- About this exercise
Scan the data below and work out how many of its lines contain the word "checked". Give only that number.

Collection entries
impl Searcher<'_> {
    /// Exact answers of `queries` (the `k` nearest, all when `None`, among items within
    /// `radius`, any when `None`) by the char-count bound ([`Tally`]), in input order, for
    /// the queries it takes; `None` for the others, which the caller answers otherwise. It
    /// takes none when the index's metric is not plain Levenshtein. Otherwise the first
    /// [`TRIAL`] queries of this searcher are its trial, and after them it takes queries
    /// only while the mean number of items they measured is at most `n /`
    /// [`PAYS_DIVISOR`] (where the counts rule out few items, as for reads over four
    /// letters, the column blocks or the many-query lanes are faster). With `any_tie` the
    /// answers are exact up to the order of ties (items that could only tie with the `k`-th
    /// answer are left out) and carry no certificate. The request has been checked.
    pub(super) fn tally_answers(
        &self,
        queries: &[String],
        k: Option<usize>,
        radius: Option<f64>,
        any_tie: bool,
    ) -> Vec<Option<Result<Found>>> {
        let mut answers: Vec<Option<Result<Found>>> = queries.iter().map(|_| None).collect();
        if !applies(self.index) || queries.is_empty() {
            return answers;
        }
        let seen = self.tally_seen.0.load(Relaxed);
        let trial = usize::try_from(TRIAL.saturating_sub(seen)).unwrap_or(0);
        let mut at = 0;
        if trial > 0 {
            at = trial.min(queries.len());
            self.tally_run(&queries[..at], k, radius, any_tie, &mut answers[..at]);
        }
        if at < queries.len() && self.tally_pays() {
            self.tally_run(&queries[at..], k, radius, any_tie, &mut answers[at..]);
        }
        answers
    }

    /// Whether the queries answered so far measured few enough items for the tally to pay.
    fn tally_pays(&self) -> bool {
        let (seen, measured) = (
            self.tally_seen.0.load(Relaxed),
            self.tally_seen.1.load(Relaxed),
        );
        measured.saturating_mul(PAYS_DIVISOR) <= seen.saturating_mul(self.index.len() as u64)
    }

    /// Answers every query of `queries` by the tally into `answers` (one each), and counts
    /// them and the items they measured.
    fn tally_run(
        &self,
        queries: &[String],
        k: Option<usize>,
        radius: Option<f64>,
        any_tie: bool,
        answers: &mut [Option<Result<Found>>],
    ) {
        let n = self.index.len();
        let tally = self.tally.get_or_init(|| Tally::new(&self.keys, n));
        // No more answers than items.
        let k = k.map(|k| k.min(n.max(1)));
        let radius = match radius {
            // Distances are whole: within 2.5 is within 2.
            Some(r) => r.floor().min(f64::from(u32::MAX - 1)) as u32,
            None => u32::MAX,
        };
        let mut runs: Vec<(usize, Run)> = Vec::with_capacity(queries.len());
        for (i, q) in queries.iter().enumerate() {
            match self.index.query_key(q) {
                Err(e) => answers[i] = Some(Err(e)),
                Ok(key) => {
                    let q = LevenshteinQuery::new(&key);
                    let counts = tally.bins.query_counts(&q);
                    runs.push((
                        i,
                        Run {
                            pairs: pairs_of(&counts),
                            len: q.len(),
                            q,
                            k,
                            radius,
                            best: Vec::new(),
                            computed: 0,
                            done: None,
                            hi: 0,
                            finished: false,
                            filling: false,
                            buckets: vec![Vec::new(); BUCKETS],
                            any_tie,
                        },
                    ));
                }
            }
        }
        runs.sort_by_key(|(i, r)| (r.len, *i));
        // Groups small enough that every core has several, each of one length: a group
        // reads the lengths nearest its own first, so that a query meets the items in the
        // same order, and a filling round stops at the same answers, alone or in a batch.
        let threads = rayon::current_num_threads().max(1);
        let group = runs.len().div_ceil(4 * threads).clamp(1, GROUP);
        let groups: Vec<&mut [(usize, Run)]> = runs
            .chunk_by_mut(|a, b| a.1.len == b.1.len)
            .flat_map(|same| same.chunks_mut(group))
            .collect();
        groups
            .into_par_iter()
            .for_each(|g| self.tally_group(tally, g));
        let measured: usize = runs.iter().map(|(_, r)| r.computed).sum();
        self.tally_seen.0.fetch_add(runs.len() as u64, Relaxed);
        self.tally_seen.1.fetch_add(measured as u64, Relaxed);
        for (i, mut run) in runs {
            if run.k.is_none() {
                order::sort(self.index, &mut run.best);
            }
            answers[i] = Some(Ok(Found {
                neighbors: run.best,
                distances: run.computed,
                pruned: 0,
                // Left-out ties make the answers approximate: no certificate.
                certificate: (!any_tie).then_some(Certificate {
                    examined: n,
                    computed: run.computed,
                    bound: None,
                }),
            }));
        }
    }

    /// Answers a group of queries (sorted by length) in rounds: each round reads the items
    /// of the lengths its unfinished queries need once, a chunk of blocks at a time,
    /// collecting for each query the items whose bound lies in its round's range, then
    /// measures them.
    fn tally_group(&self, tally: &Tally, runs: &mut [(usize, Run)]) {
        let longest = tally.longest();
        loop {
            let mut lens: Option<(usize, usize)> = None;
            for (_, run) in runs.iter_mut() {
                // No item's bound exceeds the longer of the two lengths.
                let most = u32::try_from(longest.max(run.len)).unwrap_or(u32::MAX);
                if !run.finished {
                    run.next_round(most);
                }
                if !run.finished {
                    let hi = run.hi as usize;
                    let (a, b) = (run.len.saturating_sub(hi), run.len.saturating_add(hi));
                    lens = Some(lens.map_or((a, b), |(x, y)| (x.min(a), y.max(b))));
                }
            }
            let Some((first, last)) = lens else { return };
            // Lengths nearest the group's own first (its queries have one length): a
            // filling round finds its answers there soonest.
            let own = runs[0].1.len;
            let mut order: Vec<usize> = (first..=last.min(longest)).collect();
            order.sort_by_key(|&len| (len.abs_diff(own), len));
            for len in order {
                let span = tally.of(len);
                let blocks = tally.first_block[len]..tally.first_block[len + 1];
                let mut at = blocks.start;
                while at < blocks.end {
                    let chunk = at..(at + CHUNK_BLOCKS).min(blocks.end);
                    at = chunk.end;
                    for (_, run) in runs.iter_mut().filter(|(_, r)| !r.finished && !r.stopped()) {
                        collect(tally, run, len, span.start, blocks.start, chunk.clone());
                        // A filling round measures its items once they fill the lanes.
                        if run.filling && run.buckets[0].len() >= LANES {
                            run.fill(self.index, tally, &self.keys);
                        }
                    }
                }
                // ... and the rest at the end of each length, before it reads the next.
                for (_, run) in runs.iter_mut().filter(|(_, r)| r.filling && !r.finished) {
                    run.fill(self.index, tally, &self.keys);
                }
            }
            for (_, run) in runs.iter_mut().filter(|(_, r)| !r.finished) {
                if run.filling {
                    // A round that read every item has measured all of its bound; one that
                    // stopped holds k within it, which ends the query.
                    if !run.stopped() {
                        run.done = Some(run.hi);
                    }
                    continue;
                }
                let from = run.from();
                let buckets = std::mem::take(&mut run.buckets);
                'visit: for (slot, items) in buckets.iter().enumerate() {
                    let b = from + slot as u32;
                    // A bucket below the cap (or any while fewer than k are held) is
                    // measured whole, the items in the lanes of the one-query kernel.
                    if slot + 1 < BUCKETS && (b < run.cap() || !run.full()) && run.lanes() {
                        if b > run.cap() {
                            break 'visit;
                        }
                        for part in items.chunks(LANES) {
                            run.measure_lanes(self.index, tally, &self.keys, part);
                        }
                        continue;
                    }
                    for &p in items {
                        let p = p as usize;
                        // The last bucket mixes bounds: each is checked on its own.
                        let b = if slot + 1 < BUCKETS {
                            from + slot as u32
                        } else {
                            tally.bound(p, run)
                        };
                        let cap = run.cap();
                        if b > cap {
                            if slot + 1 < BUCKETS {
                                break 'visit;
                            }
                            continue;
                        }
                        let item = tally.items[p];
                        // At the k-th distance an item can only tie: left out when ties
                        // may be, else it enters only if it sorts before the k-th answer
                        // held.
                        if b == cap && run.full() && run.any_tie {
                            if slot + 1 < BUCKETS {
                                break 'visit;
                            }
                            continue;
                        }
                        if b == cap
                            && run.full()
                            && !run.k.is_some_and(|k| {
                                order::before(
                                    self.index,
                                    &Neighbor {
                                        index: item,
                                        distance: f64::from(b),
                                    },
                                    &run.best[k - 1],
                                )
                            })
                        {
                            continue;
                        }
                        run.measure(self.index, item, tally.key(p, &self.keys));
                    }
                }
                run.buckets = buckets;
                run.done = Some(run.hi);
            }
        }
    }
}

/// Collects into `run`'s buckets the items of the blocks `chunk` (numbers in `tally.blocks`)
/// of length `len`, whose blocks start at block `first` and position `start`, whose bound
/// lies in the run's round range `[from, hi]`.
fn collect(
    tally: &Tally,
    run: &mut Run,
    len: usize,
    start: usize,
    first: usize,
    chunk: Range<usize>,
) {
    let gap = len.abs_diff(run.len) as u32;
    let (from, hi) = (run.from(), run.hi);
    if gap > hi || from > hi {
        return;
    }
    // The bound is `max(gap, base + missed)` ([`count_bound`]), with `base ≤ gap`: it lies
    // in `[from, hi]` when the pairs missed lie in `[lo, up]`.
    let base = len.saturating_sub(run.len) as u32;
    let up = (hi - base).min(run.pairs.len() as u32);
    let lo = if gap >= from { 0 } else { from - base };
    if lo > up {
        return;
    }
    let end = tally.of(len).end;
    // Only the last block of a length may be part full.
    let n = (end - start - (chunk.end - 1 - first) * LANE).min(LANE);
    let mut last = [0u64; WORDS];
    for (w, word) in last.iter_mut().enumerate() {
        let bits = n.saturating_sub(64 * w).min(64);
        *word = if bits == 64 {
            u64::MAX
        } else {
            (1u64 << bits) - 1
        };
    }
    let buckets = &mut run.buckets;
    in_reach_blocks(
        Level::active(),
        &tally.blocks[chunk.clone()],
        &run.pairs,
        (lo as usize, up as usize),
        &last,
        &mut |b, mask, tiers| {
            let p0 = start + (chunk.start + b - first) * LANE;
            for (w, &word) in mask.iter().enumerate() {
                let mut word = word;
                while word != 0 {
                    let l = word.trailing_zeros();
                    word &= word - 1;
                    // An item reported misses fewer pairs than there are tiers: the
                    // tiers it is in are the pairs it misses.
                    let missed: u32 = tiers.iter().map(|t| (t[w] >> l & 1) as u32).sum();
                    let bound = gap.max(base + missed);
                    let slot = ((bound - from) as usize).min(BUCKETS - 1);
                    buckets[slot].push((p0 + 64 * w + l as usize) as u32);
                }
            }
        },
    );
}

---

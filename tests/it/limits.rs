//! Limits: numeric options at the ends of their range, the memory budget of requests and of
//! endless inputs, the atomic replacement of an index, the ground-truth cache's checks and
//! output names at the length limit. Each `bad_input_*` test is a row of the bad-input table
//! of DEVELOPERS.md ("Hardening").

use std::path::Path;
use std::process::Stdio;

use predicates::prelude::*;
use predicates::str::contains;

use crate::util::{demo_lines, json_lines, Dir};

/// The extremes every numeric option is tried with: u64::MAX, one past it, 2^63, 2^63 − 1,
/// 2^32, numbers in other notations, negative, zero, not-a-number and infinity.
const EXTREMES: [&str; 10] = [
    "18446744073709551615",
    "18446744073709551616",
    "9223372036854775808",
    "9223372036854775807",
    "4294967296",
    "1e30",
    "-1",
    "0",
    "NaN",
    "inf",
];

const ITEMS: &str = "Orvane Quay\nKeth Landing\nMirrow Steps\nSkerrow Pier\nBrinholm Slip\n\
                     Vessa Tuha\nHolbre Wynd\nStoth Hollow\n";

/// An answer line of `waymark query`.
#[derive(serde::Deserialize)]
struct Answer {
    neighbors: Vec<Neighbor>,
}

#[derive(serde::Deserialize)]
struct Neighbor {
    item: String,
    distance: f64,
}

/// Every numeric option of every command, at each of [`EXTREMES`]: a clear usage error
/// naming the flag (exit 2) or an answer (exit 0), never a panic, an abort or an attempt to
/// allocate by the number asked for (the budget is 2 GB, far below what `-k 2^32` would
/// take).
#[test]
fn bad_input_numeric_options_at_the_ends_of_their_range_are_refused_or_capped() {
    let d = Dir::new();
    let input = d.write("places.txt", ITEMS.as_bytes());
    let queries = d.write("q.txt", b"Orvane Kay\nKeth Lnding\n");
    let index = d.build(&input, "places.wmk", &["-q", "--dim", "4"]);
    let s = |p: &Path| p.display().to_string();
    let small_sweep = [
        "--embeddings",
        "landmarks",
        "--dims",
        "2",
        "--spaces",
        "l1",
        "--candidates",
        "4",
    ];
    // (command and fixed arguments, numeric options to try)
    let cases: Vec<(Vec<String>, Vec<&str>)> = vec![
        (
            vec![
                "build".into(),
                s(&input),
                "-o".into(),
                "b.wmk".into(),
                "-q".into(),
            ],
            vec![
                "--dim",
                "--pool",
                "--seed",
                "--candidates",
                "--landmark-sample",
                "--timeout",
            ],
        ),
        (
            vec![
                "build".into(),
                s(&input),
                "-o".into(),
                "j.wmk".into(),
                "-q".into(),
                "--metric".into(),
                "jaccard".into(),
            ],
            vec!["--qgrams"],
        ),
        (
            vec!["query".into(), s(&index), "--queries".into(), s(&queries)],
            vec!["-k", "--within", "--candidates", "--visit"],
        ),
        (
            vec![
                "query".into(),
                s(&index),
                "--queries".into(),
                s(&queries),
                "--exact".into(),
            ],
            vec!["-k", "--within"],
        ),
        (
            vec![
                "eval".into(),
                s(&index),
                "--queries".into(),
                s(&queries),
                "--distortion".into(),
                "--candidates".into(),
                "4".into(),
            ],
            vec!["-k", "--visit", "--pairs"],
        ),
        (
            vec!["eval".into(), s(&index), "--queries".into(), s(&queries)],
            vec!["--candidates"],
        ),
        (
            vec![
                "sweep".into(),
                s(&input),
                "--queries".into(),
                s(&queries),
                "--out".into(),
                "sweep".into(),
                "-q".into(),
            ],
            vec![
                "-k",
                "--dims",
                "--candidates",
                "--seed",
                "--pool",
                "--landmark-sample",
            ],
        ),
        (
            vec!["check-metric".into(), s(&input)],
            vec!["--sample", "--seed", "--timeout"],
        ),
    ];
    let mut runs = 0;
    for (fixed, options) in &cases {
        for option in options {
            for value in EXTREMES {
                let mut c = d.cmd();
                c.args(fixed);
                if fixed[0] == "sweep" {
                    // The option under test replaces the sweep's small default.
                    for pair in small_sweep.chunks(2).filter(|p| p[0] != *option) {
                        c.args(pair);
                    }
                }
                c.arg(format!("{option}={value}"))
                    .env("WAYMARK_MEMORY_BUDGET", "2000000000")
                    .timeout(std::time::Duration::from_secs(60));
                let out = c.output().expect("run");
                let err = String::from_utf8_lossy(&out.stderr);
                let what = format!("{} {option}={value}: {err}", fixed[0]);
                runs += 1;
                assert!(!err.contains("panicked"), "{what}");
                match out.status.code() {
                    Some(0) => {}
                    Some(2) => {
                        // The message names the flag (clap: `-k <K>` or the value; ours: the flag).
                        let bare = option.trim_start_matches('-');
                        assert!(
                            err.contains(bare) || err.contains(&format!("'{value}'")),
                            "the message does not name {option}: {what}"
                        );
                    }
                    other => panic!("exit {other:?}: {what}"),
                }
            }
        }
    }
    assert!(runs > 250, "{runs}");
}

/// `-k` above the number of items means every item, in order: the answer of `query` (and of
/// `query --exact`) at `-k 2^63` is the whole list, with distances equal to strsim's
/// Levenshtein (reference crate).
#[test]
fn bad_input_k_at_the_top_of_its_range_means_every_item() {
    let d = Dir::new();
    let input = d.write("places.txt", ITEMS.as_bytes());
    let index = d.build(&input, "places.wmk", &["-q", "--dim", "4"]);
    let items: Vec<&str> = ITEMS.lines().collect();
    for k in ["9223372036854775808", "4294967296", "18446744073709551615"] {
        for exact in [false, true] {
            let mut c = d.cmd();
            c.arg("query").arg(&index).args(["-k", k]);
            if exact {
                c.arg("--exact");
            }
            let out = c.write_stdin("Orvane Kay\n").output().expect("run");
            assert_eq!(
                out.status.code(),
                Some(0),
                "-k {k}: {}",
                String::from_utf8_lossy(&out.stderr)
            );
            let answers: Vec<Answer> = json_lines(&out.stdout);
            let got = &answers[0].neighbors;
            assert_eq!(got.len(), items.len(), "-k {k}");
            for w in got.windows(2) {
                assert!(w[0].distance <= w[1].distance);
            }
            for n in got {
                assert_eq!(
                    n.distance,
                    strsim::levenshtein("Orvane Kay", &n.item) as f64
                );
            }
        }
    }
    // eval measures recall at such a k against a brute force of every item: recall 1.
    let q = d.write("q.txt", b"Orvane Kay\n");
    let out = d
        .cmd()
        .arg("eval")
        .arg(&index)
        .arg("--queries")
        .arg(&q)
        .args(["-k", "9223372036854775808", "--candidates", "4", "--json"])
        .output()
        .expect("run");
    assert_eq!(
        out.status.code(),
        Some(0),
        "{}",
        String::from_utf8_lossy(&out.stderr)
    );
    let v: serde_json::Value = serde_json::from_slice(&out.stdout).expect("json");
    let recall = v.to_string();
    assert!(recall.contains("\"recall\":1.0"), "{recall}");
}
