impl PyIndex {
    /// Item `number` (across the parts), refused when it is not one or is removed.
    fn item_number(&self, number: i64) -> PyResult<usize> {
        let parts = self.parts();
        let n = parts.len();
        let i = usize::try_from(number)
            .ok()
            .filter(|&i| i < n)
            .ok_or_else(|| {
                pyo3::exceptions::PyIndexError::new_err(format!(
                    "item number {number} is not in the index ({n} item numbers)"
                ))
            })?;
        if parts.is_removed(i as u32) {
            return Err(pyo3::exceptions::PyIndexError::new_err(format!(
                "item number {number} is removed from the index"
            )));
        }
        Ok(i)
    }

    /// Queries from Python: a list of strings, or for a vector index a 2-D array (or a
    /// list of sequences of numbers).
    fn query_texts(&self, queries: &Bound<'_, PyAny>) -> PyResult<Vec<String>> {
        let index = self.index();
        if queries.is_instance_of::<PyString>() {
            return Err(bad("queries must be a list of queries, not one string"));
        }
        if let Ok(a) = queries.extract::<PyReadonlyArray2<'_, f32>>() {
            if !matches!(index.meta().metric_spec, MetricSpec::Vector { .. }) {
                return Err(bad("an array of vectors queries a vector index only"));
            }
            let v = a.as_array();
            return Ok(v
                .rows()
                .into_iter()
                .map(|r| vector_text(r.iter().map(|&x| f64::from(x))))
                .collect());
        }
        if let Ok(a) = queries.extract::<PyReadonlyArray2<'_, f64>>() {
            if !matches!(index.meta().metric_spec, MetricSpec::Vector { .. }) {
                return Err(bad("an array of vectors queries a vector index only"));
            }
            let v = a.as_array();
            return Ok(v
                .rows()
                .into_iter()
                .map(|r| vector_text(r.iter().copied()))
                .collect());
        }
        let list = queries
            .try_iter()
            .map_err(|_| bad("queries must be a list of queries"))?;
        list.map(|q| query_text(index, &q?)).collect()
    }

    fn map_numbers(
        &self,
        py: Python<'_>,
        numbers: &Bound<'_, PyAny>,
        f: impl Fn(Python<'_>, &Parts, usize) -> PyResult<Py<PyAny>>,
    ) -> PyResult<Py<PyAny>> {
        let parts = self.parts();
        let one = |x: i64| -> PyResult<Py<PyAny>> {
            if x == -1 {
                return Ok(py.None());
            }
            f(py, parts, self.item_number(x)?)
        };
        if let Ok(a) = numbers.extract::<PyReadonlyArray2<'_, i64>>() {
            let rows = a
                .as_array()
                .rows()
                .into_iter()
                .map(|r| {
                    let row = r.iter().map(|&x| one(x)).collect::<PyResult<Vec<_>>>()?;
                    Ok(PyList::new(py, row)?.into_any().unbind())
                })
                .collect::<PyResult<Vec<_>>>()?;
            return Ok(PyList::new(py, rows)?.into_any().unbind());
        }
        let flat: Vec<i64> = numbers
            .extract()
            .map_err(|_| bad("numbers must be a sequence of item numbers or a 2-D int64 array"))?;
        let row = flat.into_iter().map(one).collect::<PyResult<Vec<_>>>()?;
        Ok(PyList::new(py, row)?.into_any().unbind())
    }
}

* * *

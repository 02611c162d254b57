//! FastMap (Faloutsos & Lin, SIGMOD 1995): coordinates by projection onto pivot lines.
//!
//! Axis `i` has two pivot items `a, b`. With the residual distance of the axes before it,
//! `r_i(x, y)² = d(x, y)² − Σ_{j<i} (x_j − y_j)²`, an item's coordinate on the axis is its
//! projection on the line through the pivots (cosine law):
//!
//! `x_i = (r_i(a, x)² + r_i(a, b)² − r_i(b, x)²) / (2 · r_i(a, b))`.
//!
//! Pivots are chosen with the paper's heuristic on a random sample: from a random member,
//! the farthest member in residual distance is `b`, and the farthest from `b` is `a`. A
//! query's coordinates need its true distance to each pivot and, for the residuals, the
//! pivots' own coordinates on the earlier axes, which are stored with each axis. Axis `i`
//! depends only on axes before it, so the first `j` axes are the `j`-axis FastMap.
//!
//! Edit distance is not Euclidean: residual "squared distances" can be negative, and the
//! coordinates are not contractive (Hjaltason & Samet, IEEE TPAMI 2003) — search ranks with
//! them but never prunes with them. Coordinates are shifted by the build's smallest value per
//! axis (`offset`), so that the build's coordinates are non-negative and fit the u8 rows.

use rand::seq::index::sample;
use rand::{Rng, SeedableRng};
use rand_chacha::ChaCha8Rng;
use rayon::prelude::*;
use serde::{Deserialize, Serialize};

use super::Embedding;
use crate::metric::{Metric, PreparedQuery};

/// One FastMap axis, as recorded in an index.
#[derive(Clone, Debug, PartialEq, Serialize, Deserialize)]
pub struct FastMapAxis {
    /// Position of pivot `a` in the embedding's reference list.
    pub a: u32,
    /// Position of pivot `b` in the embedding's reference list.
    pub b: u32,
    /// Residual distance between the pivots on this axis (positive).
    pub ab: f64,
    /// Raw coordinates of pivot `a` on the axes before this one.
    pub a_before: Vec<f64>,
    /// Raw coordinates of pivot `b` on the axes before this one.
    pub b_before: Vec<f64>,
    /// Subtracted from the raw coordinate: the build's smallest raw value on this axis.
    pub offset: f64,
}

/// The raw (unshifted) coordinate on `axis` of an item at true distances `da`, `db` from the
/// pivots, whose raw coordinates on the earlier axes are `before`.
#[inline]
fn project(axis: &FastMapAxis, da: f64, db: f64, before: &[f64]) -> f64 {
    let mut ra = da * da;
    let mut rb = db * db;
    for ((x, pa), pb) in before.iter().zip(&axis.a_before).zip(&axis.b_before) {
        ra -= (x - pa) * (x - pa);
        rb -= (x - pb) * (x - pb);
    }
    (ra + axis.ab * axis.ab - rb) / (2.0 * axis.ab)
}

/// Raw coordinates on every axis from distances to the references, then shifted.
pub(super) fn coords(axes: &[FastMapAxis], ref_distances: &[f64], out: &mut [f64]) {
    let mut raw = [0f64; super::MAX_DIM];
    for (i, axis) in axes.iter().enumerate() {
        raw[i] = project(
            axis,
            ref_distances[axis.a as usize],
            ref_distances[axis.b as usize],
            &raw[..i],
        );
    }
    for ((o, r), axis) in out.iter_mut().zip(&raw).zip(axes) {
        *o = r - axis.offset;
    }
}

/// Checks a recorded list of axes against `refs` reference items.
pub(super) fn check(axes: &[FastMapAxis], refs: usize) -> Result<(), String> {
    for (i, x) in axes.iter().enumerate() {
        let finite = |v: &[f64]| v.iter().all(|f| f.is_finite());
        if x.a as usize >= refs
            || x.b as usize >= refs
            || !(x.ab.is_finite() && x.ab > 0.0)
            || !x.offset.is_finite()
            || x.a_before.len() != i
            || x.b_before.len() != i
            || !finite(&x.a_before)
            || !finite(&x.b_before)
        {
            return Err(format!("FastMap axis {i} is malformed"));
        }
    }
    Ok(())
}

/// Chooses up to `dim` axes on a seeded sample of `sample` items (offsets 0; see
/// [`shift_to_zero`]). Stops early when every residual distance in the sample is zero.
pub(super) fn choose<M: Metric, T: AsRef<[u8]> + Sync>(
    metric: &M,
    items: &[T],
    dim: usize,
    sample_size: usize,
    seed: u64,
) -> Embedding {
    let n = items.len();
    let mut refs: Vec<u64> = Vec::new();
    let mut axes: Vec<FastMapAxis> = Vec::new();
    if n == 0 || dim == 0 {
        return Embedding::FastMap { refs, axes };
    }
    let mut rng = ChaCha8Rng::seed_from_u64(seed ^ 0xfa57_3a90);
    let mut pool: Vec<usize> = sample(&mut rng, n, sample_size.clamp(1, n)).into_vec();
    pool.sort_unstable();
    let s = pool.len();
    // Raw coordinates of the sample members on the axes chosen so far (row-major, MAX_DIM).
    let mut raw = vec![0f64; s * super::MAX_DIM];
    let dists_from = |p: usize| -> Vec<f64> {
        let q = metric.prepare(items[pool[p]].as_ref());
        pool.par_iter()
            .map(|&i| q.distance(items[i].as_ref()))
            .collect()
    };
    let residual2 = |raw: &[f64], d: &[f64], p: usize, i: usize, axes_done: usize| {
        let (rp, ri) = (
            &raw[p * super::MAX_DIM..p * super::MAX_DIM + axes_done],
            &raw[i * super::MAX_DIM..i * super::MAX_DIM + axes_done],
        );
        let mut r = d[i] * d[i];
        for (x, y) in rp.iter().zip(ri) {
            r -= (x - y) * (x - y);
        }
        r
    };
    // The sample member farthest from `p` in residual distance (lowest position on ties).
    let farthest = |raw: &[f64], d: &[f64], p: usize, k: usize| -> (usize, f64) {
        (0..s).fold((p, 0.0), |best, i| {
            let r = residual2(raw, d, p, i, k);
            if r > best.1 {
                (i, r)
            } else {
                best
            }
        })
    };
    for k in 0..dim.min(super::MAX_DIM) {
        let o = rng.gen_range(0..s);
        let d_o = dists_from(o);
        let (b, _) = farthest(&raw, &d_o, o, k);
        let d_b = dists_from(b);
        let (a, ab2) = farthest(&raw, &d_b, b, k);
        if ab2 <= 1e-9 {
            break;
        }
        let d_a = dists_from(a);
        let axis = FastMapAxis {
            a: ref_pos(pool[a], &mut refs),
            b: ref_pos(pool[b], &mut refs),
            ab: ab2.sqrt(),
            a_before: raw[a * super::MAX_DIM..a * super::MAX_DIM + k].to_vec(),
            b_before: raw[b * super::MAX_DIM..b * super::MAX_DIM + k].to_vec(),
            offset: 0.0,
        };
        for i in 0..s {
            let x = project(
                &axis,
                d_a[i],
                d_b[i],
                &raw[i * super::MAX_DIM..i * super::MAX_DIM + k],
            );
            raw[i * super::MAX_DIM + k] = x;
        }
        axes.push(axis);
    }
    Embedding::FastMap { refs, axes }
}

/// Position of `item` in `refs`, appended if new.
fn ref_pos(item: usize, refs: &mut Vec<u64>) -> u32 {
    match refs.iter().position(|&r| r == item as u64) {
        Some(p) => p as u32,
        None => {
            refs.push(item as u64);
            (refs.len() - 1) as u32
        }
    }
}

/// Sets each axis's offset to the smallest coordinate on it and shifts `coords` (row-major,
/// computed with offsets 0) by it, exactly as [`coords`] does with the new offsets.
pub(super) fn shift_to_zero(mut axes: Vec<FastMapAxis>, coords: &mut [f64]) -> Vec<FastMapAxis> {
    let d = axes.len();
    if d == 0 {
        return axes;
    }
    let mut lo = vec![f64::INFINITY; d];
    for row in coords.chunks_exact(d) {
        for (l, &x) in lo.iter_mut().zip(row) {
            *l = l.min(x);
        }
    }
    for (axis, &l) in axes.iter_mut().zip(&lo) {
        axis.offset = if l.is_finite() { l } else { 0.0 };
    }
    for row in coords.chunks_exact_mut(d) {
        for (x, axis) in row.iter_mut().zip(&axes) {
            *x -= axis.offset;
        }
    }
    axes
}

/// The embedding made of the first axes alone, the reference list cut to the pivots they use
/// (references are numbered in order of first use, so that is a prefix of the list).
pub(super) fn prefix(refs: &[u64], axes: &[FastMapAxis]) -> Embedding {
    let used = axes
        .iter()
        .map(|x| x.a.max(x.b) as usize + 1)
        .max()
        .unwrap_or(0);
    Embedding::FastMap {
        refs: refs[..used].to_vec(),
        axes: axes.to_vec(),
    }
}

- Expected output
2